The Company entered into the Indemnification Agreement with the Indemnitors in connection with the Company’s acquisition of WildBlue. Pursuant to the terms of the Indemnification Agreement, the Indemnitors agreed to indemnify the Company for any damages relating to, among other things, the Action. During the third quarter of fiscal year 2012, the parties to the Action entered into a settlement agreement whereby the parties agreed to release all claims in exchange for a payment of $20.5 million by WildBlue to the plaintiffs. Payment of this amount by WildBlue was expressly conditioned upon the Indemnitors fully funding all amounts other than the $0.5 million the Company was obligated to pay under the Indemnification Agreement.

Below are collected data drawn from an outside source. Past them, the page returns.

#[cfg(test)]
mod tests {
    use super::*;
    use crate::data::Library;
    use crate::fuel::Fuel;

    fn lib() -> Library {
        Library::embedded().unwrap()
    }

    #[test]
    fn butler_conversion_is_exact() {
        // 0.683 T_b[°F] − 119 °F, at T_b = 400 K
        let tb_f = 400.0 * 1.8 - 459.67;
        let tf_f = 0.683 * tb_f - 119.0;
        let expected = (tf_f + 459.67) / 1.8;
        assert!((butler_flash_point(400.0) - expected).abs() < 1e-10);
    }

    #[test]
    fn pure_component_identities() {
        let l = lib();
        let c = l.component("n-decane").unwrap().clone();
        let ind = indicators(std::slice::from_ref(&c), &[1.0], &IndicatorOptions::default()).unwrap();
        // flash point reproduces the component's own input
        let fp = c.constants.flash_point.as_ref().unwrap().value;
        assert!((ind.flash_point_K.unwrap() - fp).abs() < 1e-5);
        // flat distillation
        let ibp = ind.initial_boiling_point_K.unwrap();
        for t in [ind.t10_K, ind.t50_K, ind.t90_K, ind.final_boiling_point_K] {
            assert!((t.unwrap() - ibp).abs() < 1e-6);
        }
        assert!((ind.density_15C_kg_m3.unwrap() - c.density_15c()).abs() < 1e-9);
        assert!((ind.lhv_J_kg.unwrap() - c.constants.lower_heating_value.value).abs() < 1e-3);
        assert!((ind.hc_ratio.unwrap() - 2.2).abs() < 1e-12);
        assert_eq!(ind.aromatics_volume_fraction, Some(0.0));
        // pure freezing point = melting point (ln 1 = 0)
        assert!((ind.freezing_point_K.unwrap() - c.constants.melting_point.value).abs() < 1e-9);
        assert!((ind.dcn.unwrap() - c.constants.cetane_number.value).abs() < 1e-12);
    }

    #[test]
    fn serialises_without_nan_and_with_keys() {
        let l = lib();
        let fuel = Fuel::resolve("demo-wide", &l).unwrap();
        let ind = indicators(&fuel.components, &fuel.mass_fractions, &IndicatorOptions::default()).unwrap();
        let json = serde_json::to_value(&ind).unwrap();
        for (k, _) in INDICATOR_KEYS {
            assert!(json.get(k).is_some(), "missing key {k}");
            assert!(ind.get(k).is_some());
        }
        for (k, _) in INDICATOR_KEYS.iter().skip(1) {
            assert!(ind.get(k).unwrap().is_some(), "{k} not computed: {:?}", ind.notes.get(k));
            assert!(ind.method(k).is_some(), "{k} has no method");
        }
        assert!(ind.get("no_such_key").is_none());
        // the note names the components without a published flash point (alphabetically first ones)
        let mut missing: Vec<&str> = fuel.components.iter().filter(|c| c.constants.flash_point.is_none()).map(|c| c.id.as_str()).collect();
        missing.sort_unstable();
        assert!(!missing.is_empty() && ind.notes["flash_point_K"].contains(missing[0]), "{}", ind.notes["flash_point_K"]);
        // physically ordered distillation
        let t = [ind.initial_boiling_point_K, ind.t10_K, ind.t20_K, ind.t50_K, ind.t90_K, ind.final_boiling_point_K];
        for p in t.windows(2) {
            assert!(p[1].unwrap() > p[0].unwrap());
        }
        // the flash point of a wide cut is far below its IBP
        assert!(ind.flash_point_K.unwrap() < ind.initial_boiling_point_K.unwrap());
    }

    /// Every requested indicator of a selection has the bits, method and notes of a full call, and nothing
    /// else is computed: each key alone, the residue sets of `uncertainty` and sweeps, on demo-wide residues
    /// (weathering at 420 K) with Raoult's law, and one residue with UNIFAC.
    #[test]
    fn selection_matches_full_call() {
        let l = lib();
        let fuel = Fuel::resolve("demo-wide", &l).unwrap();
        let residues = crate::post::weathering_residues(&fuel.components, &fuel.mass_fractions, 420.0, &[0.0, 0.2, 0.5, 0.8, 0.95], ActivityModel::Ideal).unwrap();
        let check = |w: &[f64], base: &IndicatorOptions, keys: &[&str]| {
            let full = indicators(&fuel.components, w, base).unwrap();
            let selection = IndicatorSelection::of(keys).unwrap();
            let part = indicators(&fuel.components, w, &IndicatorOptions { selection, ..base.clone() }).unwrap();
            for (k, _) in INDICATOR_KEYS.iter().skip(1) {
                if keys.contains(k) {
                    assert_eq!(part.get(k).unwrap().map(f64::to_bits), full.get(k).unwrap().map(f64::to_bits), "{k} of {keys:?}");
                    assert_eq!(part.method(k), full.method(k), "{k}");
                    assert_eq!(part.notes.get(k), full.notes.get(k), "{k}");
                } else {
                    assert_eq!(part.get(k), Some(None), "{k} computed without being requested ({keys:?})");
                    assert!(part.method(k).is_none() && !part.notes.contains_key(k), "{k}");
                }
            }
        };
        let ideal = IndicatorOptions::default();
        let uncertainty_keys = crate::uncertainty::RESIDUE_KEYS.map(|(k, _)| k);
        for r in &residues {
            check(&r.mass_fractions, &ideal, &uncertainty_keys);
            check(&r.mass_fractions, &ideal, &crate::sweep::residue::RESIDUE_KEYS);
            for (k, _) in INDICATOR_KEYS.iter().skip(1) {
                check(&r.mass_fractions, &ideal, &[k]);
            }
        }
        let unifac = IndicatorOptions { activity: ActivityModel::Unifac, ..Default::default() };
        check(&residues[2].mass_fractions, &unifac, &uncertainty_keys);
        check(&residues[2].mass_fractions, &unifac, &["t20_K", "vapor_pressure_38C_Pa"]);
        // the selection is a set of known keys
        assert!(IndicatorSelection::of(&["t50_K", "no_such_key"]).is_err());
        assert!(IndicatorSelection::default().is_all() && IndicatorSelection::of(&INDICATOR_KEYS.map(|(k, _)| k)).unwrap().is_all());
        let s = IndicatorSelection::of(&["t50_K"]).unwrap();
        assert!(s.contains("t50_K") && !s.contains("t90_K") && !s.contains("no_such_key") && !s.is_all());
    }

    #[test]
    fn bad_input_is_an_error() {
        let l = lib();
        let c = l.component("n-decane").unwrap().clone();
        assert!(indicators(std::slice::from_ref(&c), &[f64::NAN], &IndicatorOptions::default()).is_err());
        assert!(indicators(std::slice::from_ref(&c), &[1.0, 0.0], &IndicatorOptions::default()).is_err());
        assert!(indicators(std::slice::from_ref(&c), &[-1.0], &IndicatorOptions::default()).is_err());
        let o = IndicatorOptions { final_fraction: 1.0, ..Default::default() };
        assert!(indicators(&[c], &[1.0], &o).is_err());
    }

    #[test]
    fn liaw_binary_lies_between_pure_values() {
        let l = lib();
        let comps = vec![l.component("n-decane").unwrap().clone(), l.component("n-dodecane").unwrap().clone()];
        let fp = [319.15, 347.15];
        let t = liaw_flash_point(&comps, &[0.5, 0.5], &fp, ActivityModel::Ideal).unwrap();
        assert!(t > fp[0] && t < fp[1]);
        // more of the light component lowers it
        let t2 = liaw_flash_point(&comps, &[0.8, 0.2], &fp, ActivityModel::Ideal).unwrap();
        assert!(t2 < t);
    }

    #[test]
    fn basis_options_change_only_what_they_should() {
        let l = lib();
        let fuel = Fuel::resolve("demo-wide", &l).unwrap();
        let a = indicators(&fuel.components, &fuel.mass_fractions, &IndicatorOptions::default()).unwrap();
        let b = indicators(&fuel.components, &fuel.mass_fractions, &IndicatorOptions { recovery_basis: RecoveryBasis::Mass, viscosity_rule: ViscosityRule::Refutas, cetane_rule: CetaneRule::MoleLinear, ..Default::default() }).unwrap();
        assert_eq!(a.initial_boiling_point_K, b.initial_boiling_point_K);
        assert_eq!(a.flash_point_K, b.flash_point_K);
        assert!((a.t50_K.unwrap() - b.t50_K.unwrap()).abs() > 1e-3);
        assert!(a.method("dcn") != b.method("dcn"));
        assert!(b.method("kinematic_viscosity_minus20C_m2_s").unwrap().contains("Refutas"));
    }
}
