fn cut_component(c: &CutInput, opts: &DistillationOptions, notes: &mut Vec<String>) -> Result<ComponentSpec, BuildError> {
    let ctx = format!("cut {} ({:.1}–{:.1} %)", c.index + 1, c.range.0, c.range.1);
    let (tb, sg) = (c.tb, c.sg);
    let cc = opts.critical.eval(tb, sg);
    let (tc, pc) = (cc.critical_temperature, cc.critical_pressure);
    if !(tc > tb * 1.05 && pc > 2e5 && pc < 1e8) {
        return Err(input_error(ctx, format!("{} gives Tc {tc:.1} K, pc {:.2} bar for Tb {tb:.1} K, SG {sg:.4}: outside the correlation's range", opts.critical.marker(), pc / 1e5)));
    }
    let (omega, omega_src, omega_note) = match opts.acentric {
        AcentricMethod::LeeKesler => (crate::props::pure::lee_kesler_acentric_factor(tb, tc, pc), "estimated:lee-kesler-omega", "Lee-Kesler vapour-pressure equation solved at Tb with the Tc, pc above"),
        AcentricMethod::Edmister => (pet::edmister_acentric_factor(tb, tc, pc), "estimated:edmister", "Edmister (1958): (3/7) log10(pc/1 atm)/(Tc/Tb - 1) - 1"),
    };
    // formula from the Riazi (1986) C/H weight ratio: the whole-atom formula of nearest mass with that H/C
    let w_rd = cc.molar_mass;
    let ch = pet::riazi_carbon_hydrogen_ratio(tb, sg);
    let hc_atomic = 11.9147 / ch;
    let x_c = w_rd / (12.011e-3 + 1.008e-3 * hc_atomic);
    let mut best: Option<(u32, u32, f64)> = None;
    for n_c in [x_c.floor().max(2.0) as u32, x_c.ceil().max(2.0) as u32] {
        let n_h = ((f64::from(n_c) * hc_atomic).round() as u32).clamp(2, 2 * n_c + 2);
        let err = (formula_molar_mass(n_c, n_h, 0) / w_rd - 1.0).abs();
        if best.is_none_or(|b| err < b.2) {
            best = Some((n_c, n_h, err));
        }
    }
    let (mut n_c, mut n_h, err) = best.unwrap_or((2, 6, 0.0));
    let mut adjusted = false;
    if err > FORMULA_MASS_TOLERANCE {
        // The ratio's formula misses the molar mass (light cuts, where the paraffin limit caps H/C): take the
        // whole-atom hydrocarbon (H/C between 1 and the paraffin limit) of nearest mass, then nearest H/C.
        let mut wide: Option<(u32, u32, f64, f64)> = None;
        for c in (x_c.floor() as u32).saturating_sub(3).max(1)..=(x_c.ceil() as u32 + 3) {
            for h in c.max(2)..=(2 * c + 2) {
                let e = (formula_molar_mass(c, h, 0) / w_rd - 1.0).abs();
                let d = (f64::from(h) / f64::from(c) - hc_atomic).abs();
                if e <= FORMULA_MASS_TOLERANCE && wide.is_none_or(|b| d < b.3) {
                    wide = Some((c, h, e, d));
                }
            }
        }
        match wide {
            Some((c, h, ..)) => {
                (n_c, n_h, adjusted) = (c, h, true);
            }
            None => {
                return Err(input_error(
                    ctx,
                    format!(
                        "{}: Tb {:.1} K and SG {sg:.4} give a molar mass of {:.1} g/mol that no hydrocarbon formula matches within {:.0} % (the lightest, CH4, is 16 g/mol; the Riazi–Daubert correlation covers fractions of about 70–300 g/mol, boiling from about 35 °C): start the curve at a higher temperature or use fewer pseudo-components (--pseudo)",
                        c.id,
                        tb,
                        w_rd * 1e3,
                        100.0 * FORMULA_MASS_TOLERANCE
                    ),
                ));
            }
        }
    }
    let w_formula = formula_molar_mass(n_c, n_h, 0);
    let mut formula_note = format!("formula C{n_c}H{n_h}: whole atoms nearest the molar mass with the Riazi (1986) C/H weight ratio {ch:.3} (H/C {hc_atomic:.3})");
    if adjusted {
        formula_note = format!("formula C{n_c}H{n_h}: the whole-atom hydrocarbon nearest the molar mass (within {:.0} %), H/C nearest the Riazi (1986) ratio {hc_atomic:.3}, which alone gives no formula of that mass", 100.0 * FORMULA_MASS_TOLERANCE);
        notes.push(format!("{}: the Riazi C/H ratio gives no formula near the molar mass {:.1} g/mol; C{n_c}H{n_h} used", c.id, w_rd * 1e3));
    }
    if hc_atomic > 2.0 + 2.0 / f64::from(n_c) + 1e-9 {
        formula_note.push_str("; the ratio was above the paraffin limit and is capped there");
        notes.push(format!("{}: the Riazi C/H ratio is above the paraffin limit; capped at CnH2n+2", c.id));
    }
    let w = w_rd;
    let h_frac = 1.008e-3 * f64::from(n_h) / w_formula;
    let vc = pet::lee_kesler_critical_volume(tc, pc, omega);
    let tm_won = pet::won_n_paraffin_melting_point(w);
    let tm = tm_won.min(0.8 * tb);
    let rho15 = sg * pet::WATER_DENSITY_60F;
    let z_ra = rackett_z_for(rho15, 288.15, tc, pc, w);
    if !(0.15..=0.40).contains(&z_ra) {
        notes.push(format!("{}: the Rackett Z fitted to SG {sg:.4} is {z_ra:.4}, outside the usual 0.20–0.30", c.id));
    }
    let (cp, vertex) = pet::kesler_lee_cp_coefficients(c.k_w, omega, w);
    let cp_t_max = vertex.min(1000.0);
    let hhv = pet::channiwala_parikh_hhv(100.0 * (1.0 - h_frac), 100.0 * h_frac, 0.0);
    let lhv = pet::lhv_from_hhv(hhv, h_frac);
    let cci = pet::astm_d976_cetane_index(rho15, tb);
    let cn = (cci + c.cn_offset).clamp(0.0, 100.0);
    let mut cn_note = format!(
        "ASTM D976 two-variable cetane index of the cut (density {rho15:.1} kg/m3, boiling point {:.1} degC) = {cci:.1}, shifted by {:+.1} so that the volume-linear blend of the cuts equals the D976 index of the whole fuel ({:.1}, from its density and D86 T50)",
        tb - 273.15,
        c.cn_offset,
        c.fuel_cci
    );
    if (cn - (cci + c.cn_offset)).abs() > 1e-9 {
        cn_note.push_str(&format!("; clamped to {cn:.0}"));
    }
    let mut cn_value = Value::new(cn, "estimated:astm-d976", cn_note);
    cn_value.kind = Some("estimate".into());
    cn_value.uncertainty = Some(0.3);
    let mut density_value = Value::new(rho15, "estimated:watson-k", format!("SG {sg:.5} x 999.0 kg/m3 from the Watson factor K_W = {:.4} shared by all cuts", c.k_w));
    density_value.uncertainty = Some(0.02);
    let constants = vec![
        ("molar-mass", Value::new(w, opts.critical.marker(), format!("from Tb {tb:.2} K and SG {sg:.5}; the representative formula C{n_c}H{n_h} has {:.3} g/mol", w_formula * 1e3))),
        ("normal-boiling-point", Value::new(tb, "estimated:distillation-cut", c.tb_note.to_string())),
        ("critical-temperature", Value::new(tc, opts.critical.marker(), format!("from Tb {tb:.2} K and SG {sg:.5}"))),
        ("critical-pressure", Value::new(pc, opts.critical.marker(), format!("from Tb {tb:.2} K and SG {sg:.5}"))),
        ("critical-volume", Value::new(vc, "estimated:lee-kesler-zc", format!("Vc = Zc R Tc/pc with Zc = 0.2905 - 0.085 omega = {:.4}", 0.2905 - 0.085 * omega))),
        ("acentric-factor", Value::new(omega, omega_src, omega_note)),
        ("melting-point", Value::new(tm, "estimated:won-n-paraffin", format!("Won (1986) melting point of the n-paraffin of the same molar mass, {tm_won:.1} K (an upper bound for a cut; capped at 0.8 Tb); no enthalpy of fusion, so freezing-point estimates skip this cut"))),
        ("density-15C", density_value),
        ("lower-heating-value", Value::new(lhv, "estimated:channiwala-parikh", format!("HHV from C {:.2} %, H {:.2} % by mass (Channiwala-Parikh 2002), LHV = HHV - 2.442 MJ/kg x 8.937 w_H", 100.0 * (1.0 - h_frac), 100.0 * h_frac))),
        ("cetane-number", cn_value),
        ("diffusion-volume", Value::new((15.9 * f64::from(n_c) + 2.31 * f64::from(n_h)) * w / w_formula, "estimated:fuller-scaled", "Fuller atomic diffusion volumes of the formula (C 15.9, H 2.31), scaled by the ratio of the molar mass to the formula mass")),
        ("rackett-z", Value::new(z_ra, "estimated:rackett-z-fit", format!("Z_RA that makes the Spencer-Danner Rackett density {rho15:.2} kg/m3 at 15 degC"))),
    ];
    Ok(ComponentSpec {
        id: c.id.clone(),
        name: format!("distillation cut {} ({:.1}-{:.1} vol%, Tb {:.1} K)", c.index + 1, c.range.0, c.range.1, tb),
        class: HydrocarbonClass::PetroleumFraction,
        formula: (n_c, n_h, 0),
        joback_groups: vec![],
        constants,
        ideal_gas_cp: CpPolynomial {
            coefficients: vec![cp[0], cp[1], cp[2]],
            t_min: 200.0,
            t_max: cp_t_max,
            source: "estimated:kesler-lee-1976".into(),
            note: format!("Kesler-Lee (1976) petroleum-fraction ideal-gas cp, SI form (Riazi 2005), K_W {:.4}, omega {omega:.4}; held constant above t-max. {formula_note}", c.k_w),
        },
        viscosity_source: "estimated:letsou-stiel-lewis-squires".into(),
    })
}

Accordingly, the Company recorded an additional $20.0 million liability related to the probable settlement of the Action and corresponding indemnification receivable of $20.0 million pursuant to the Indemnification Agreement in the condensed consolidated balance sheets as of December 30, 2011 as an element of current accrued liabilities and prepaid expenses and other current assets, respectively. Subsequent to the quarter end, in January 2012, in accordance with the terms of the settlement agreement, the Company received $20.0 million in cash from the Indemnitors and paid $20.5 million to the plaintiffs in the Action.

The Company has contracts with various U.S. government agencies. Accordingly, the Company is routinely subject to audit and review by the DCAA and other U.S. government agencies for its performance on government contracts, indirect rates and pricing practices, accounting and management internal control systems, and compliance with applicable contracting and procurement laws, regulations and standards. Such audits or reviews could result in significant customer refunds, penalties and sanctions against the Company, and could adversely affect the Company’s ability to compete for contracts, perform contracts or receive timely payment on contracts. The Company’s incurred cost audits by the DCAA have not been completed for fiscal year 2003 and subsequent fiscal years. Although the Company has recorded contract revenues subsequent to fiscal year 2002 based upon an estimate of costs that the Company believes will be approved upon final audit or review, the Company does not know the outcome of any ongoing or future audits or reviews and adjustments, and if future adjustments exceed the Company’s estimates, its profitability would be adversely affected. As of December 30, 2011 and April 1, 2011, the Company had $6.7 million in contract-related reserves for its estimate of potential refunds to customers for potential cost adjustments on several multi-year U.S. government cost reimbursable contracts. This reserve is classified as either an element of accrued liabilities or as a reduction of unbilled accounts receivable based on status of the related contracts.